Номер знакомого мерзавца - [35]

Шрифт
Интервал

В принципе, я привык к приступам такого нелепого столбняка, как вообще ко всяким нелепостям. Это слово — «нелепость» — можно было бы начертать на гербе, имейся он у меня.

Мне было шесть лет, когда я заболел желтухой, и меня отвезли в одноэтажный барак детского инфекционного отделения на мысе Эгершельд. Родители навещали меня каждый день по очереди. Режим соблюдался строго, и общаться с ними я мог только через окно. Передачи приносила медсестра.

Отцу в то время было уже за сорок. Мальчики в палате спрашивали: «Это к тебе дедушка приходил?» Я ответил, что папа, и они стали смеяться. Каждый раз, когда приходил отец, я боялся, что они начнут смеяться при нем. Поэтому торопил его, просил не задерживаться. Он был в недоумении и расстраивался, пока я не сказал ему, что где–то рядом ходит медведь. Пацаны в палате действительно выдумали ради интереса такую страшилку. Папа был растроган моей заботой и потом много раз вспоминал об этом с нежностью, а я чувствовал себя неловко. Настоящей причины он так и не узнал.

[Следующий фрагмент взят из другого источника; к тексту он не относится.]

import sharp from 'sharp';

/** Small files made in code: just enough of each form to be one. */

/** An EBML element: id, size, content. */
function element(id: number, ...content: (Buffer | number[])[]): Buffer {
  const body = Buffer.concat(content.map((part) => Buffer.from(part)));
  const size = Buffer.alloc(4);
  size.writeUInt32BE(0x10000000 + body.length);
  return Buffer.concat([idBytes(id), size, body]);
}

function idBytes(id: number): Buffer {
  const hex = id.toString(16);
  return Buffer.from(hex.padStart(hex.length + (hex.length % 2), '0'), 'hex');
}

const UNKNOWN_SIZE = Buffer.from('01ffffffffffffff', 'hex');
const SOUND_TRACK = 2;
const MOVING_PICTURE_TRACK = 1;

/** A live WebM as a browser records it: segment and cluster of unknown size. */
export function webm({ note = 'voice', trackType = SOUND_TRACK } = {}): Buffer {
  const track = element(
    0xae,
    element(0xd7, [1]),
    element(0x83, [trackType]),
    element(0x86, Buffer.from('A_OPUS')),
  );
  return Buffer.concat([
    element(0x1a45dfa3, element(0x4282, Buffer.from('webm'))),
    idBytes(0x18538067),
    UNKNOWN_SIZE,
    element(0x1654ae6b, track),
    idBytes(0x1f43b675),
    UNKNOWN_SIZE,
    element(0xe7, [0]),
    element(0xa3, [0x81, 0, 0, 0x80], Buffer.from(note)),
  ]);
}

export const movie = (): Buffer => webm({ trackType: MOVING_PICTURE_TRACK });

function box(type: string, ...content: Buffer[]): Buffer {
  const body = Buffer.concat(content);
  const head = Buffer.alloc(8);
  head.writeUInt32BE(body.length + 8);
  head.write(type, 4, 'latin1');
  return Buffer.concat([head, body]);
}

/** An MP4 with one track: of sound, unless another handler is named. */
export function mp4({ handler = 'soun' } = {}): Buffer {
  const hdlr = box('hdlr', Buffer.alloc(8), Buffer.from(handler, 'latin1'), Buffer.alloc(13));
  return Buffer.concat([
    box('ftyp', Buffer.from('isom\0\0\0\0isomiso6', 'latin1')),
    box('moov', box('trak', box('mdia', hdlr))),
    box('mdat', Buffer.from('voice')),
  ]);
}

/** An Ogg with one page. */
export function ogg({ name = 'OpusHead' } = {}): Buffer {
  const content = Buffer.from(`${name}\u0001\u0001`, 'latin1');
  const head = Buffer.alloc(28);
  head.write('OggS', 0, 'latin1');
  head[5] = 2;
  head[26] = 1;
  head[27] = content.length;
  return Buffer.concat([head, content]);
}

/** A photo as a phone takes it: it says where and with what, and lies on its side. */
export function photoWithPlace(): Promise<Buffer> {
  return sharp({ create: { width: 60, height: 40, channels: 3, background: '#a3522f' } })
    .withExif({
      IFD0: { Make: 'Telltale', Model: 'Phone 9', Orientation: '6' },
      IFD3: {
        GPSLatitudeRef: 'N',
        GPSLatitude: '12/1 30/1 0/1',
        GPSLongitudeRef: 'E',
        GPSLongitude: '39/1 0/1 0/1',
      },
    })
    .withMetadata({ orientation: 6 })
    .jpeg()
    .toBuffer();
}

export function plainPicture(format: 'jpeg' | 'png' | 'webp' = 'png', side = 40): Promise<Buffer> {
  return sharp({ create: { width: side, height: side, channels: 3, background: '#345' } })
    .toFormat(format)
    .toBuffer();
}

Болезнь, зима, злые мальчишки. Единственно светлое — приход отца, а я ему — уходи поскорее… Нелепость!

Мне было двадцать лет. Я слушал панк–рок, арт–рок, джаз–рок, психоделик–рок… Я был нонконформистом, концептуалистом и вообще всем тем, чем только мог себя вообразить провинциальный юноша в начале восьмидесятых. Мой скромный заработок пожирали музыкальная и вещевая барахолки. Виниловый диск «King Krimson» и джинсы «Wrangler» отражали гармоническое единство моего внутреннего мира и внешнего облика.

Улица, на которой я жил, в сущности, называлась Депутатской лишь по недоразумению. В свете моей жизни она должна была бы называться улицей Ломбар или Томб Иссуар, или Тридцать восьмой авеню. Благодаря тому, что пара художественных книг произвела на меня впечатление, география окружающего мира в моей голове была сильно искажена.

Стиль жизни я старался моделировать в соответствии со своими взглядами. В основном это выражалось в том, что мы с друзьями пили пиво, слушали пластинки и обсуждали последние новости из контрабандного журнала «Music Life». «Фрипп в очередной раз сменил всех музыкантов в своей команде», «Уотерс разругался с Гилмором, ушел и выпустил обалденный сольник «The Pros & the Cons». Подсчитывая выпитые бутылки, самые продвинутые из нас, на американский манер, не загибали, а выкидывали пальцы.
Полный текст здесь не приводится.